Task instructions: Copy out every entry precisely.

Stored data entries
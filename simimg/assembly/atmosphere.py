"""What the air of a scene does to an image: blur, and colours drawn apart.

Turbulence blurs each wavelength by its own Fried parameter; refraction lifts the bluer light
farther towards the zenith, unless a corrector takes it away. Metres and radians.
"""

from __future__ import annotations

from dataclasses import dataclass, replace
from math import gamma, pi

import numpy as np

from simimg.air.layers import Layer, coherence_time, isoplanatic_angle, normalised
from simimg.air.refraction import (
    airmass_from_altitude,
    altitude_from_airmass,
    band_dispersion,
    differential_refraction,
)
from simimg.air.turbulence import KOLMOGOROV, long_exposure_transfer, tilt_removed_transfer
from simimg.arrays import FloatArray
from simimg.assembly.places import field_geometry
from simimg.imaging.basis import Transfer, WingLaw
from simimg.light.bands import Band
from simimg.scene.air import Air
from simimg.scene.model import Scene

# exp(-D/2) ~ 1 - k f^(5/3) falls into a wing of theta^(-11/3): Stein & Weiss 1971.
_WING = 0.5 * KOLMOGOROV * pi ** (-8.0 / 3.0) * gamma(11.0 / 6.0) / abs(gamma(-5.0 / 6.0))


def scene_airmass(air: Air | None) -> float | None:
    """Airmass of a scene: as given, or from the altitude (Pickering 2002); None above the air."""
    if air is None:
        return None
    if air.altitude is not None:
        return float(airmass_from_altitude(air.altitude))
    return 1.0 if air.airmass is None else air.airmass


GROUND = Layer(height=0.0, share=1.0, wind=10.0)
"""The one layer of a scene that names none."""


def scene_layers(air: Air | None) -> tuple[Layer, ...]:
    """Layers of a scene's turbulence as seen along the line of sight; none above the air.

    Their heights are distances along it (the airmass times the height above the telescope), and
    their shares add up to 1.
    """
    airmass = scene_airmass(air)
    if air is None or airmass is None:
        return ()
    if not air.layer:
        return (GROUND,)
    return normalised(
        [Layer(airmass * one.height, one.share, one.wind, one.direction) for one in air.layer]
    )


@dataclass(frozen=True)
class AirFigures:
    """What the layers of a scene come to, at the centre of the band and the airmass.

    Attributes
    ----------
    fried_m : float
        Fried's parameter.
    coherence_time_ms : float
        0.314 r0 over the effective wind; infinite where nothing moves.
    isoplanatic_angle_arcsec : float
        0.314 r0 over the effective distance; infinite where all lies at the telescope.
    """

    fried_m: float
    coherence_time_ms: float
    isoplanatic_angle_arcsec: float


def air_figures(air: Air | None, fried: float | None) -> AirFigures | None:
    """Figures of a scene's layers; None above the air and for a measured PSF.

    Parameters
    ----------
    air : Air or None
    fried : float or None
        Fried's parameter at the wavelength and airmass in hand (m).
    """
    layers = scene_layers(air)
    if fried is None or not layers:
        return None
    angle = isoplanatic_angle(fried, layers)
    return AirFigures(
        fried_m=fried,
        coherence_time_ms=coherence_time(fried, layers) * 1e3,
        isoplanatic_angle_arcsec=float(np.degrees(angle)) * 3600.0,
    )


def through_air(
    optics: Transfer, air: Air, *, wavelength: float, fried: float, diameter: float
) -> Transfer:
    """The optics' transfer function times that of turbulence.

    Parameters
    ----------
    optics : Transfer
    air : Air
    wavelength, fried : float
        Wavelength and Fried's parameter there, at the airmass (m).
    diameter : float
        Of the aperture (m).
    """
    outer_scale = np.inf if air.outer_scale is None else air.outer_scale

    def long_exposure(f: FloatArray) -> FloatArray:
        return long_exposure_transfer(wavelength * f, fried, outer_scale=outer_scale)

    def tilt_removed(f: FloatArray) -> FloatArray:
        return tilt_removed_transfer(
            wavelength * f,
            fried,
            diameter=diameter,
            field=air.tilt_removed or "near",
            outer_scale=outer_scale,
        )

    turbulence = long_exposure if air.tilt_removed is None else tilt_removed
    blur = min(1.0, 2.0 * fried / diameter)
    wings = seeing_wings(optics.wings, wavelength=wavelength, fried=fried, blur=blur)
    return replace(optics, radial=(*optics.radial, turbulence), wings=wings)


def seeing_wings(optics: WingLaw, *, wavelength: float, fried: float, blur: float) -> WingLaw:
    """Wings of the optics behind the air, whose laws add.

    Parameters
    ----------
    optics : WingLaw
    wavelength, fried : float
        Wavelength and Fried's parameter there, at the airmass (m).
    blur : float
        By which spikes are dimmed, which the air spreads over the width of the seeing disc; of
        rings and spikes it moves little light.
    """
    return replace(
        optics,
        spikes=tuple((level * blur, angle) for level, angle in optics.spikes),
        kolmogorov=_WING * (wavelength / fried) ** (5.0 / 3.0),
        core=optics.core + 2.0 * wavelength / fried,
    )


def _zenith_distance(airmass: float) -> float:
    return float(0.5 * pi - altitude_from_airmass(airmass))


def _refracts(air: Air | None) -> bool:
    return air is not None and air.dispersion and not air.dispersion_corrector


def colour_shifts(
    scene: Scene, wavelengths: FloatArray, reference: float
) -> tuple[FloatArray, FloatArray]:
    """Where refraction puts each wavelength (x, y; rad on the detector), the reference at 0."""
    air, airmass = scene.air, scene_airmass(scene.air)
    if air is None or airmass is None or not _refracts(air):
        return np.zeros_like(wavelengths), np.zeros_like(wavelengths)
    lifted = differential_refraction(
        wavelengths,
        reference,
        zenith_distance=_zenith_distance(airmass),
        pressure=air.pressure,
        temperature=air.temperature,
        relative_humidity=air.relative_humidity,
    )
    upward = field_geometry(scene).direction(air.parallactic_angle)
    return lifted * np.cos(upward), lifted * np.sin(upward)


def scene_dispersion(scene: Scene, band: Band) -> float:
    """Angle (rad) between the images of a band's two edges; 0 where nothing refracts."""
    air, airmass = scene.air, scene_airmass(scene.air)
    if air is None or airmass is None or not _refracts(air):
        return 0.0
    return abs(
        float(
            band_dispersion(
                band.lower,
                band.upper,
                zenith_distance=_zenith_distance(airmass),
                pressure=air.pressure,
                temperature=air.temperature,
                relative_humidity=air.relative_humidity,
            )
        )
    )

Task response:
filename simimg/assembly/atmosphere.py
"""What the air of a scene does to an image: blur, and colours drawn apart.

Turbulence blurs each wavelength by its own Fried parameter; refraction lifts the bluer light
farther towards the zenith, unless a corrector takes it away. Metres and radians.
"""

from __future__ import annotations

from dataclasses import dataclass, replace
from math import gamma, pi

import numpy as np

from simimg.air.layers import Layer, coherence_time, isoplanatic_angle, normalised
from simimg.air.refraction import (
    airmass_from_altitude,
    altitude_from_airmass,
    band_dispersion,
    differential_refraction,
)
from simimg.air.turbulence import KOLMOGOROV, long_exposure_transfer, tilt_removed_transfer
from simimg.arrays import FloatArray
from simimg.assembly.places import field_geometry
from simimg.imaging.basis import Transfer, WingLaw
from simimg.light.bands import Band
from simimg.scene.air import Air
from simimg.scene.model import Scene

# exp(-D/2) ~ 1 - k f^(5/3) falls into a wing of theta^(-11/3): Stein & Weiss 1971.
_WING = 0.5 * KOLMOGOROV * pi ** (-8.0 / 3.0) * gamma(11.0 / 6.0) / abs(gamma(-5.0 / 6.0))


def scene_airmass(air: Air | None) -> float | None:
    """Airmass of a scene: as given, or from the altitude (Pickering 2002); None above the air."""
    if air is None:
        return None
    if air.altitude is not None:
        return float(airmass_from_altitude(air.altitude))
    return 1.0 if air.airmass is None else air.airmass


GROUND = Layer(height=0.0, share=1.0, wind=10.0)
"""The one layer of a scene that names none."""


def scene_layers(air: Air | None) -> tuple[Layer, ...]:
    """Layers of a scene's turbulence as seen along the line of sight; none above the air.

    Their heights are distances along it (the airmass times the height above the telescope), and
    their shares add up to 1.
    """
    airmass = scene_airmass(air)
    if air is None or airmass is None:
        return ()
    if not air.layer:
        return (GROUND,)
    return normalised(
        [Layer(airmass * one.height, one.share, one.wind, one.direction) for one in air.layer]
    )


@dataclass(frozen=True)
class AirFigures:
    """What the layers of a scene come to, at the centre of the band and the airmass.

    Attributes
    ----------
    fried_m : float
        Fried's parameter.
    coherence_time_ms : float
        0.314 r0 over the effective wind; infinite where nothing moves.
    isoplanatic_angle_arcsec : float
        0.314 r0 over the effective distance; infinite where all lies at the telescope.
    """

    fried_m: float
    coherence_time_ms: float
    isoplanatic_angle_arcsec: float


def air_figures(air: Air | None, fried: float | None) -> AirFigures | None:
    """Figures of a scene's layers; None above the air and for a measured PSF.

    Parameters
    ----------
    air : Air or None
    fried : float or None
        Fried's parameter at the wavelength and airmass in hand (m).
    """
    layers = scene_layers(air)
    if fried is None or not layers:
        return None
    angle = isoplanatic_angle(fried, layers)
    return AirFigures(
        fried_m=fried,
        coherence_time_ms=coherence_time(fried, layers) * 1e3,
        isoplanatic_angle_arcsec=float(np.degrees(angle)) * 3600.0,
    )


def through_air(
    optics: Transfer, air: Air, *, wavelength: float, fried: float, diameter: float
) -> Transfer:
    """The optics' transfer function times that of turbulence.

    Parameters
    ----------
    optics : Transfer
    air : Air
    wavelength, fried : float
        Wavelength and Fried's parameter there, at the airmass (m).
    diameter : float
        Of the aperture (m).
    """
    outer_scale = np.inf if air.outer_scale is None else air.outer_scale

    def long_exposure(f: FloatArray) -> FloatArray:
        return long_exposure_transfer(wavelength * f, fried, outer_scale=outer_scale)

    def tilt_removed(f: FloatArray) -> FloatArray:
        return tilt_removed_transfer(
            wavelength * f,
            fried,
            diameter=diameter,
            field=air.tilt_removed or "near",
            outer_scale=outer_scale,
        )

    turbulence = long_exposure if air.tilt_removed is None else tilt_removed
    blur = min(1.0, 2.0 * fried / diameter)
    wings = seeing_wings(optics.wings, wavelength=wavelength, fried=fried, blur=blur)
    return replace(optics, radial=(*optics.radial, turbulence), wings=wings)


def seeing_wings(optics: WingLaw, *, wavelength: float, fried: float, blur: float) -> WingLaw:
    """Wings of the optics behind the air, whose laws add.

    Parameters
    ----------
    optics : WingLaw
    wavelength, fried : float
        Wavelength and Fried's parameter there, at the airmass (m).
    blur : float
        By which spikes are dimmed, which the air spreads over the width of the seeing disc; of
        rings and spikes it moves little light.
    """
    return replace(
        optics,
        spikes=tuple((level * blur, angle) for level, angle in optics.spikes),
        kolmogorov=_WING * (wavelength / fried) ** (5.0 / 3.0),
        core=optics.core + 2.0 * wavelength / fried,
    )


def _zenith_distance(airmass: float) -> float:
    return float(0.5 * pi - altitude_from_airmass(airmass))


def _refracts(air: Air | None) -> bool:
    return air is not None and air.dispersion and not air.dispersion_corrector


def colour_shifts(
    scene: Scene, wavelengths: FloatArray, reference: float
) -> tuple[FloatArray, FloatArray]:
    """Where refraction puts each wavelength (x, y; rad on the detector), the reference at 0."""
    air, airmass = scene.air, scene_airmass(scene.air)
    if air is None or airmass is None or not _refracts(air):
        return np.zeros_like(wavelengths), np.zeros_like(wavelengths)
    lifted = differential_refraction(
        wavelengths,
        reference,
        zenith_distance=_zenith_distance(airmass),
        pressure=air.pressure,
        temperature=air.temperature,
        relative_humidity=air.relative_humidity,
    )
    upward = field_geometry(scene).direction(air.parallactic_angle)
    return lifted * np.cos(upward), lifted * np.sin(upward)


def scene_dispersion(scene: Scene, band: Band) -> float:
    """Angle (rad) between the images of a band's two edges; 0 where nothing refracts."""
    air, airmass = scene.air, scene_airmass(scene.air)
    if air is None or airmass is None or not _refracts(air):
        return 0.0
    return abs(
        float(
            band_dispersion(
                band.lower,
                band.upper,
                zenith_distance=_zenith_distance(airmass),
                pressure=air.pressure,
                temperature=air.temperature,
                relative_humidity=air.relative_humidity,
            )
        )
    )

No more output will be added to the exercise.